On December 15, 2023, the Internet Archive filed its opening brief to the U.S. Court of Appeals for the Second Circuit. In the brief, the Internet Archive asks the Court to reverse the lower court’s decision and to hold that its controlled digital lending is fair use. The Internet Archive is arguing that the lower court erred in applying the four-factor test because the court “failed to grasp the key feature of controlled digital lending: the digital copy is available only to the one person entitled to borrow it at a time, just like lending a print book.” The Internet Archive says that the court’s misunderstanding particularly tainted its analysis of the first and fourth factors.
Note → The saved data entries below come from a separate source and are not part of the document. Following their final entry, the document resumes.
//! `radsieve spectrum --energy`: what a spectrum carries, interval by interval.

use std::io::{self, Write};
use std::path::Path;

use serde_json::{Value, json};

use super::table::{cell, present, stream_error};
use crate::granule::Granule;
use crate::review::Spectrum;
use crate::spectral::{Energy, Stretch, energy_view, window_temperature};

/// The bands of a spectrum as stretches of channels.
pub fn stretches<'s>(granule: &'s Granule, spectrum: &'s Spectrum) -> Vec<Stretch<'s>> {
    let bands = granule.bands().iter().zip(&spectrum.bands);
    bands.map(|(band, values)| Stretch { axis: &band.axis, radiances: &values.radiances }).collect()
}

/// What a spectrum carries.
pub struct EnergyView {
    /// K; NaN where the spectrum has no window, and then what is compared with it is missing.
    window_temperature: f64,
    intervals: Vec<Energy>,
}

impl EnergyView {
    /// That of one spectrum.
    pub fn of(granule: &Granule, spectrum: &Spectrum) -> Self {
        let stretches = stretches(granule, spectrum);
        let window_temperature = window_temperature(&stretches).unwrap_or(f64::NAN);
        let intervals = energy_view(&stretches, window_temperature);
        Self { window_temperature, intervals }
    }

    /// One row for each interval.
    pub fn write_csv(&self, out: &mut dyn Write) -> io::Result<()> {
        let mut writer = csv::Writer::from_writer(out);
        let head = [
            "band",
            "low_cm-1",
            "high_cm-1",
            "covered_cm-1",
            "radiance_W_m-2_sr-1",
            "black_body_W_m-2_sr-1",
            "taken_W_m-2_sr-1",
            "window_bt_K",
        ];
        writer.write_record(head).map_err(stream_error)?;
        for one in &self.intervals {
            let numbers = [
                one.band.low,
                one.band.high,
                one.covered,
                one.radiance,
                one.black_body,
                one.taken(),
                self.window_temperature,
            ];
            let row = std::iter::once(one.band.label.to_owned()).chain(numbers.map(cell));
            writer.write_record(row).map_err(stream_error)?;
        }
        writer.flush()
    }

    /// One object.
    pub fn write_json(&self, file: &Path, out: &mut dyn Write) -> io::Result<()> {
        let intervals: Vec<Value> = self
            .intervals
            .iter()
            .map(|one| {
                json!({
                    "band": one.band.label,
                    "low_cm-1": one.band.low,
                    "high_cm-1": one.band.high,
                    "covered_cm-1": one.covered,
                    "radiance_W_m-2_sr-1": one.radiance,
                    "black_body_W_m-2_sr-1": present(one.black_body),
                    "taken_W_m-2_sr-1": present(one.taken()),
                })
            })
            .collect();
        let answer = json!({
            "file": file.to_string_lossy(),
            "window_bt_K": present(self.window_temperature),
            "intervals": intervals,
        });
        writeln!(out, "{answer}")
    }
}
For example, it argues that the court’s analysis of the fourth factor did not take into account expert testimony indicating that “lending is not a substitute for Publishers’ ebooks and has no effect on Publishers’ markets.”

The Second Circuit’s decision in this case will shape the future of controlled digital lending and the ongoing debate surrounding fair use and access to information in the digital era. Librarians, publishers, and legal scholars will be watching closely, waiting for the next major development in the application of free use to a rapidly evolving digital world.